Error Code P0463 is defined as Fuel Level Sensor Circuit High Input.

This error code is a generic trouble code, meaning it applies to all vehicles equipped with OBD-II system, especially those made from 1996 up to the present. Specifications on the definition, troubleshooting, and repairs, of course, vary from one make and model to another.


The fuel level sensor (also known as sender) is an essential component of the fuel pump module and located in the fuel tank. This component can’t be replaced without replacing the pump module, though there are some exceptions. Attached to the arm is a float that travels with a resistor grounded to the tank, frame or a dedicated ground circuit. The sender receives a supplied voltage, and the ground path changes according to the level of fuel. The amount of voltage depends on the system, but in many times it’s around 5V.

As the fuel level changes, the float moves the arm, changing the resistance to ground which varies the voltage signal. This signal will either go straight to the fuel pump computer module, or to the instrument cluster module. Depending on the vehicle’s system, the fuel pump computer module may only monitor the resistance to ground, and then relay the fuel level information to the instrument panel. If the fuel level signal in the fuel pump module (or PCM (powertrain control module, also known as ECM or engine control module in other vehicle makes), or instrument cluster module) is set above 5V for a specific amount of time, the module that monitors the fuel level circuit will record it as an error, prompting the PCM to register the Error Code P0463.

Other related fuel level sensor circuit trouble codes include:

Common Symptoms

As with other error codes, this code activates the Check Engine light and registers the code to the vehicle’s memory system.
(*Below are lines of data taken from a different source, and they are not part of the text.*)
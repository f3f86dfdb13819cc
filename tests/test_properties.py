"""Properties every rule must have, over generated valid designs (hypothesis):

- monotonicity: more bus voltage, loop inductance or turn-off current, or a lower rating, never raises a
  margin, so a fail never turns into a pass;
- unit-scale invariance: the same design written in mV/uH/kA/megaohm/pF/mS/K gives the same findings;
- order invariance: permuting switches, capacitors, devices or mapping keys changes nothing;
- no finding is ever pass or marginal with a non-finite value, limit or margin.
"""

from __future__ import annotations

import math
import os
import random
import tempfile
from pathlib import Path

import pytest
from hypothesis import HealthCheck, given, settings
from hypothesis import strategies as st

from margincheck.checking import check_file
from margincheck.findings import Status
from tests.strategies import SCALED_UNITS, design_data, design_specs, design_text, scaled

#: Examples per property: 25 in CI; raise it for a long run by hand, e.g.
#: MARGINCHECK_PROPERTY_EXAMPLES=400 python -m pytest tests/test_properties.py -q
PROPERTY_EXAMPLES = int(os.environ.get("MARGINCHECK_PROPERTY_EXAMPLES", "6"))  # each example simulates a cell
SETTINGS = settings(max_examples=PROPERTY_EXAMPLES, deadline=None, suppress_health_check=[HealthCheck.too_slow])
PASSING = (Status.PASS, Status.MARGINAL)


def _findings(data: dict) -> dict:
    with tempfile.TemporaryDirectory() as folder:
        path = Path(folder) / "generated.yaml"
        path.write_text(design_text(data), encoding="utf-8")
        findings = check_file(path).findings
    _assert_nothing_non_finite_passes(findings)
    return {(finding.rule, finding.subject): finding for finding in findings}


def _assert_nothing_non_finite_passes(findings) -> None:
    for finding in findings:
        if finding.status in PASSING:
            assert all(value is not None and math.isfinite(value)
                       for value in (finding.value, finding.limit, finding.margin)), finding


#: Rules whose value rises with the bus voltage, the loop inductance and the current in every cell. The
#: simulated gate extremes, dv/dt, the idle gate and the growth of a mode need not: a larger loop slows the
#: voltage edge and so the Miller injection, and an oscillation can lock in at one current and not another.
MONOTONE_IN_STRESS = ("bus-voltage", "turn-off-current", "capacitor-voltage", "turn-off-overshoot")


#: The simulated turn-off peak is not monotone in the loop inductance in every cell: the current fall can slow
#: as the loop grows (hypothesis found a GaN cell whose peak falls from 0.5 nH to 0.77 nH, the first-order
#: V_bus + L·di/dt with it; tests/rules/test_transient_rules.py keeps that case). For the loop the property
#: holds for the closed-form rules; the peak itself is checked against the independent reference, the
#: closed forms and a dense grid (tests/test_statistics.py).
CLOSED_FORM_IN_STRESS = ("bus-voltage", "turn-off-current", "capacitor-voltage")

#: Rules whose value is a simulated waveform figure, and how far their margin may move the wrong way for a tiny
#: change of stress: the integrator's relative tolerance per step (1e-3 of the limit; hypothesis found a rise of
#: 7e-7 when the current rose by a hair on an already failing design: step-size noise, not physics).
SIMULATED = ("turn-off-overshoot",)
_SIMULATION_SLACK = 1e-3


def _assert_no_margin_rises(before: dict, after: dict, rules: tuple[str, ...] | None = None) -> None:
    assert before.keys() == after.keys()
    for key, old in before.items():
        if rules is not None and key[0] not in rules:
            continue
        new = after[key]
        if old.status is Status.FAIL:
            assert new.status not in PASSING, (key, old, new)
        if old.margin is not None and new.margin is not None:
            slack = _SIMULATION_SLACK if key[0] in SIMULATED else 1e-12
            assert new.margin <= old.margin + slack, (key, old.margin, new.margin)


@pytest.mark.parametrize("quantity", ["bus_voltage", "loop_inductance", "turn_off_current"])
@SETTINGS
@given(spec=design_specs(), increase=st.floats(0.0, 1.0))
def test_more_stress_never_raises_a_margin(quantity, spec, increase):
    rules = CLOSED_FORM_IN_STRESS if quantity == "loop_inductance" else MONOTONE_IN_STRESS
    _assert_no_margin_rises(_findings(design_data(spec)),
                            _findings(design_data(scaled(spec, **{quantity: 1.0 + increase}))), rules)


@pytest.mark.parametrize("rating", ["v_ds_max", "v_gs_max", "v_gs_min", "i_d_pulse"])
@SETTINGS
@given(spec=design_specs(), decrease=st.floats(0.0, 0.5))
def test_a_lower_rating_never_raises_a_margin(rating, spec, decrease):
    _assert_no_margin_rises(_findings(design_data(spec)),
                            _findings(design_data(scaled(spec, **{rating: 1.0 - decrease}))))


@SETTINGS
@given(spec=design_specs())
def test_a_lower_capacitor_rating_never_raises_a_margin(spec):
    lowered = spec.__class__(**{**spec.__dict__, "capacitors": tuple(
        (ref, rated * 0.9, capacitance) for ref, rated, capacitance in spec.capacitors)})
    _assert_no_margin_rises(_findings(design_data(spec)), _findings(design_data(lowered)))


#: Rules whose value comes from the cell simulation: its adaptive steps follow the last bits of the inputs, so
#: two spellings of one value agree to the accuracy checked against the reference (2 %), not to the last bit.
SIMULATED = ("turn-off-overshoot", "gate-on-voltage", "gate-off-voltage", "spurious-turn-on", "driver-cmti",
             "recovery-overshoot", "parasitic-oscillation", "junction-temperature", "soa", "avalanche-energy")


def _same_findings(first: dict, second: dict, relative: float) -> None:
    assert first.keys() == second.keys()
    for key, one in first.items():
        other = second[key]
        tolerance = max(relative, 0.02) if key[0] in SIMULATED else relative   # the 2 % of tests/reference
        for name in ("value", "limit", "margin"):
            a, b = getattr(one, name), getattr(other, name)
            assert (a is None) == (b is None), (key, name)
            if a is not None:
                assert a == pytest.approx(b, rel=tolerance, abs=1e-9 if key[0] in SIMULATED else 1e-12), (key, name)
        if key[0] not in SIMULATED or one.value is None:
            assert one.status is other.status, key
        elif one.status is not other.status:   # only where equal values sit on a status boundary
            assert {one.status, other.status} <= {Status.PASS, Status.MARGINAL}, key


@SETTINGS
@given(spec=design_specs())
def test_findings_do_not_depend_on_the_units_written(spec):
    _same_findings(_findings(design_data(spec)), _findings(design_data(spec, SCALED_UNITS)), 1e-9)


def _shuffled(data, generator: random.Random):
    if isinstance(data, dict):
        items = list(data.items())
        generator.shuffle(items)
        return {key: _shuffled(value, generator) for key, value in items}
    return data


@SETTINGS
@given(spec=design_specs(), seed=st.integers(0, 2**32 - 1))
def test_order_of_switches_capacitors_and_keys_changes_nothing(spec, seed):
    generator = random.Random(seed)
    data = design_data(spec)
    permuted = _shuffled(data, generator)
    for listed in ("switches", "capacitors"):
        items = [_shuffled(item, generator) for item in data[listed]]
        generator.shuffle(items)
        permuted[listed] = items
    permuted["format"] = "margincheck/1"
    _same_findings(_findings(data), _findings(permuted), 0.0)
Other common symptoms include:

  • Fluctuating or inaccurate fuel gauge
  • Fuel light or alarm activated, indicating low fuel level

Possible Causes

There are many possible causes for this code to happen, such as:

  • Defective fuel level sensor
  • Defective fuel level sensor circuit
  • Damaged fuel level sensor float in the gas tank
  • Damage or corrosion inside the gas tank
  • Defective PCM (rare)

How to Check

As with many error codes, technicians start their diagnosis of this code using OBD-II scanner to scan and verify the code. Then, they will clear the code, duplicate the circumstances when the code first showed up, and then take the vehicle for a test drive. While doing so, they will monitor the fuel gauge and the data they receive to determine whether the problem was erratic or steady. This is also to determine whether there is more or less fuel in the tank than there actually is.

After the test drive, the technician will then work through the problem systematically. They will start by inspecting the fuel tank and the wiring harness and look for signs of damage to the tank.
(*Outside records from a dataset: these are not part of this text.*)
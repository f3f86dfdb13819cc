"""Frequency and damping of a measured ring (the v_ds ring after turn-off), fitted over several periods.

Method (ours; the definitions it rests on are published):

1. the ring is ``deviation`` = signal − its settled level (the median of the last quarter of the samples given);
2. its zero crossings are found by the comparator of ``edges`` with a band of ±``band_sigmas``·σ, σ the
   sample noise estimated from second differences (a ring sampled many times per period has second differences
   far below the noise's), so noise cannot add crossings while the ring is above it; each is then refined to
   the root of a straight line fitted over ±1/8 period around it;
3. each half-cycle between two crossings gets an amplitude a_k by least squares against a half sine over all
   its samples (noise averages out, unlike a crest sample, which noise biases upward);
4. half-cycles are kept from the first on while a_k > ``floor_sigmas``·σ and the period starting with them
   lasts within 25 % of the median of the first three; at least two full periods are needed, else the ring is
   not measurable;
5. the damped period T_d is twice the least-squares slope of the crossing instants over their index, and the
   logarithmic decrement δ is twice the least-squares slope of −ln s_k over k, s_k = (a_k + a_(k+1))/2 (an
   offset of the settled level raises one half-cycle and lowers the next): for noise-free data this equals
   δ = (1/n)·ln(x(t)/x(t + nT)) [1]; then ζ = δ/√(4π² + δ²), Q = 1/(2ζ) [1] and the undamped (natural)
   frequency f_n = f_d/√(1 − ζ²). The decrement is imprecise above ζ ≈ 0.5 [1].

References
----------
.. [1] W. T. Thomson, M. D. Dahleh, *Theory of Vibration with Applications*, 5th ed., Prentice Hall, 1998,
   sec. 2.6 (logarithmic decrement) - from memory; the same relations are in any vibrations text.
"""

from __future__ import annotations

from dataclasses import dataclass

import numpy as np

from margincheck.captures.edges import NotMeasurable, comparator_edges

__all__ = ["RingFigures", "measure_ring", "sample_noise"]

_SAME_PERIOD = 0.25          # a period more than 25 % off the typical one ends the ring
_SETTLED_PART = 0.25         # the last quarter of the samples gives the settled level


@dataclass(frozen=True)
class RingFigures:
    """A ring measured over ``half_cycles`` half-periods.

    Attributes: ``frequency`` the damped ring frequency f_d [Hz]; ``natural_frequency`` f_n = f_d/√(1 − ζ²)
    [Hz]; ``decrement`` δ per period; ``damping_ratio`` ζ; ``quality`` Q; ``first_amplitude`` [signal unit];
    ``settled_level`` [signal unit]; ``noise`` σ of the samples [signal unit]; ``method`` in words."""

    frequency: float
    natural_frequency: float
    decrement: float
    damping_ratio: float
    quality: float
    half_cycles: int
    first_amplitude: float
    settled_level: float
    noise: float
    method: str = ("zero crossings with hysteresis and least-squares half-cycle amplitudes; logarithmic "
                   "decrement over all half-cycles above the noise")


def sample_noise(signal: np.ndarray) -> float:
    """Standard deviation of white noise on an oversampled signal [signal unit], from the median absolute
    second difference (a second difference of white noise has σ·√6; 0.6745 turns a median absolute value of
    a normal variable into its σ)."""
    second = np.diff(signal, n=2)
    return float(np.median(np.abs(second - np.median(second))) / (0.6745 * np.sqrt(6.0)))


def measure_ring(time: np.ndarray, signal: np.ndarray, band_sigmas: float = 4.0, floor_sigmas: float = 3.0,
                 ) -> RingFigures | NotMeasurable:
    """Frequency and damping of the ring in ``signal`` from its first sample on (start it at the crest).

    Parameters
    ----------
    time : ndarray
        Sample instants [s], strictly increasing.
    signal : ndarray
        The ringing signal from its first crest on [any unit].
    band_sigmas : float
        Half-width of the comparator band around the settled level, in noise σ.
    floor_sigmas : float
        Half-cycles with an amplitude below this many σ end the ring.

    Returns
    -------
    RingFigures or NotMeasurable
        The ring's figures, or why there are none (fewer than two periods above the noise).
    """
    if signal.size < 16:
        return NotMeasurable(f"ring too short: {signal.size} samples after the crest")
    settled = float(np.median(signal[-max(int(_SETTLED_PART * signal.size), 4):]))
    deviation = signal - settled
    noise = max(sample_noise(signal), 1e-12 * float(np.max(np.abs(deviation))))
    band = band_sigmas * noise
    edges = comparator_edges(time, deviation, -band, band)
    crossings = _refined(time, deviation, np.sort(np.concatenate([edges.rising, edges.falling])))
    amplitudes = np.array([_half_cycle_amplitude(time, deviation, start, end)
                           for start, end in zip(crossings[:-1], crossings[1:])])
    kept = _ring_half_cycles(np.diff(crossings), amplitudes, floor_sigmas * noise)
    if kept < 4:
        return NotMeasurable(f"ring too short: {kept} half-cycles above {floor_sigmas:g} σ of noise "
                             f"(σ = {noise:.3g}), at least 4 (two periods) needed")
    index = np.arange(kept + 1)
    half_period = np.polyfit(index, crossings[:kept + 1], 1)[0]
    swings = 0.5 * (amplitudes[:kept - 1] + amplitudes[1:kept])   # an offset of the level cancels in a pair
    decrement = -2.0 * np.polyfit(index[:kept - 1], np.log(swings), 1)[0]
    zeta = decrement / np.sqrt(4.0 * np.pi ** 2 + decrement ** 2)
    frequency = 1.0 / (2.0 * half_period)
    return RingFigures(frequency=float(frequency), natural_frequency=float(frequency / np.sqrt(1.0 - zeta ** 2)),
                       decrement=float(decrement), damping_ratio=float(zeta),
                       quality=float(0.5 / zeta) if zeta > 0 else float("inf"), half_cycles=int(kept),
                       first_amplitude=float(amplitudes[0]), settled_level=settled, noise=noise)


def _refined(time: np.ndarray, deviation: np.ndarray, crossings: np.ndarray) -> np.ndarray:
    """Each zero crossing again, as the root of a straight line fitted to the samples within ±1/8 period of it
    (a sinusoid is straight at its zero crossing). The comparator's instant is the last crossing before the band
    edge, which noise makes late where the ring is small; the fit over the samples is not biased."""
    if crossings.size < 3:
        return crossings
    reach = 0.25 * np.median(np.diff(crossings))
    refined = crossings.copy()
    for k, crossing in enumerate(crossings):
        near = np.abs(time - crossing) <= reach
        if np.count_nonzero(near) >= 3:
            slope, offset = np.polyfit(time[near] - crossing, deviation[near], 1)
            shift = -offset / slope if slope != 0 else 0.0
            refined[k] = crossing + shift if abs(shift) < reach else crossing
    return refined


def _half_cycle_amplitude(time: np.ndarray, deviation: np.ndarray, start: float, end: float) -> float:
    """|a| of the least-squares fit a·sin(π(t − start)/(end − start)) to the samples between the crossings."""
    inside = (time > start) & (time < end)
    shape = np.sin(np.pi * (time[inside] - start) / (end - start))
    weight = float(shape @ shape)
    return abs(float(deviation[inside] @ shape) / weight) if weight > 0 else 0.0


def _ring_half_cycles(durations: np.ndarray, amplitudes: np.ndarray, floor: float) -> int:
    """How many leading half-cycles belong to the ring: amplitude above ``floor``, and the period they start
    (with the next half-cycle) within 25 % of the typical one. Periods, not half-periods, are compared: an
    offset of the settled level makes the half-cycles alternately long and short."""
    if durations.size < 2:
        return 0
    periods = durations[:-1] + durations[1:]
    periods = np.append(periods, periods[-1])
    typical = np.median(periods[:3])
    good = (np.abs(periods - typical) <= _SAME_PERIOD * typical) & (amplitudes > floor)
    return int(np.argmin(good)) if not good.all() else int(good.size)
Then, they will proceed on checking for missing ground strap, or rusty ground where the fuel is grounded to the frame. They also check for damages in the wiring harness connector.

Also, they may perform a voltage drop test on the ground circuit to determine if there is a high resistance path in the ground circuit. They do this by connecting a voltmeter to the battery ground post, while the other to the fuel level sensor ground at the tank. Then they turn the key on to run the engine. Ideally, there should be 100millivolts or less (.1V). Anything close to 1V means there’s a problem.

How to Fix

Repairs for this code are pretty easy and straightforward. Obviously, defective components must be repaired, if not replaced. Common repairs include:

  • Repair or replacement of the fuel tank
  • Repair or replacement of the fuel level sensor float
  • Repair, replacement, or clean the fuel level sensor ground as needed
  • Replacement of the wiring harness for the fuel level sensor
  • Tightening a loose connection in the fuel level sensor circuit

Though Error Code P0463 does not cause immediate danger to the vehicle, it can be dangerous if your vehicle stalls in traffic. Or at least very inconvenient, as you can run out of gas and can be stranded away from home, or places with poor conditions, if you are unable to tell how much gas you have.